Ellison: Pope's message on capitalism's evils will 'change the debate'

Rep. Keith Ellison
Rep. Keith Ellison serves Minnesota's Fifth District in the U.S. House.
Jennifer Simonson/MPR News

U.S. Rep. Keith Ellison (D-Minn.) says he thinks Pope Francis's condemnation this week of the evils of unfettered capitalism will help focus attention on the needs of the poor and vulnerable.

Earlier this week Ellison attended a rally to call attention to the struggle of people who do not earn living wages.

Ellison said he thinks the pope's decision to put the issue of poverty front and center could have significant implications in the effort to improve conditions for the poor.
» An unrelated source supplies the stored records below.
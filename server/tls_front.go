package server

import (
	"crypto/tls"
	"net"
	"net/http"
	"strings"

	"github.com/labstack/echo/v4"
)

// Certificates are what the public face speaks TLS with: CertificateFiles, Authority or PublicNames. Beside them a second
// address may answer plain http, with what each kind needs there and nothing else.
type Certificates interface {
	// config is the server's side of TLS. Versions and ciphers are Go's defaults, from TLS 1.2.
	config() *tls.Config
	// plain answers http beside the TLS of s, whose port is port.
	plain(s *Server, port string) http.Handler
	// strict says whether browsers may be told to come by https alone. They obey for a year and offer no way round, so it is
	// right only where every browser trusts the certificate.
	strict() bool
}

// strictTransport is RFC 6797's promise for one year, for this name alone: what else the domain serves is not ours to decide.
const strictTransport = "max-age=31536000"

// toSecure sends a browser that came over http to the same path over https.
func toSecure(port string, host func(asked string) string) http.Handler {
	return http.HandlerFunc(func(w http.ResponseWriter, r *http.Request) {
		w.Header().Set("Connection", "close")
		if r.Method != http.MethodGet && r.Method != http.MethodHead {
			http.Error(w, "This address answers over https only.", http.StatusBadRequest)
			return
		}
		to := "https://" + withPort(host(bareHost(r.Host)), port) + r.URL.RequestURI()
		http.Redirect(w, r, to, http.StatusTemporaryRedirect)
	})
}

// bareHost is a host without its port and brackets.
func bareHost(hostport string) string {
	if h, _, err := net.SplitHostPort(hostport); err == nil {
		return h
	}
	return strings.Trim(hostport, "[]")
}

// withPort writes a host with its port, the way an address of https needs it.
func withPort(host, port string) string {
	switch {
	case port != "" && port != "443":
		return net.JoinHostPort(host, port)
	case strings.Contains(host, ":"):
		return "[" + host + "]"
	}
	return host
}

// secured sets what is only right over TLS of our own; a proxy in front sets its own.
func (s *Server) secured(next echo.HandlerFunc) echo.HandlerFunc {
	return func(c echo.Context) error {
		if s.certificates != nil && s.certificates.strict() && c.Request().TLS != nil {
			c.Response().Header().Set("Strict-Transport-Security", strictTransport)
		}
		return next(c)
	}
}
• Related: Pope ramps up charity office to be near poor, sick

"I think that Pope Francis' comments will change the debate because this is a moral issue," Ellison said. "This is an issue of right and it is an issue of wrong, so when the Pope says it, other folks have got to listen. Of course, Catholics will listen, but a lot of other folks will listen, too."

Jorge Mario Bergoglio
In this 2008 photo, then-Cardinal Jorge Mario Bergoglio, second from left, travels on the subway in Buenos Aires, Argentina. Bergoglio, who is now Pope Francis, was known for taking the subway and mingling with the poor of Buenos Aires. As pope, he is redefining the Catholic Church's mission toward and with the poor.
Pablo Leguizamon / AP

Ellison also said he thinks other leaders will follow the pope's lead in embracing the plight of the poor.

"I just belive that this is a call from a leading religious leader in our world," Ellison said. "It's a signal to other religious leaders to say, look, you know, the faith community — Muslim, Christian, Jewish, Hindu, Buddhist — you name it, no faith at all, have got to come together and make the moral call for better wages and better benefits for working people."

Pope Francis tackled the issue of poverty in the first lengthy writing of his papacy, challenging assumptions that policies that help the wealthy trickle down to also help the poor. The pope says that opinion "expresses a crude and naive trust in the goodness of those wielding economic power."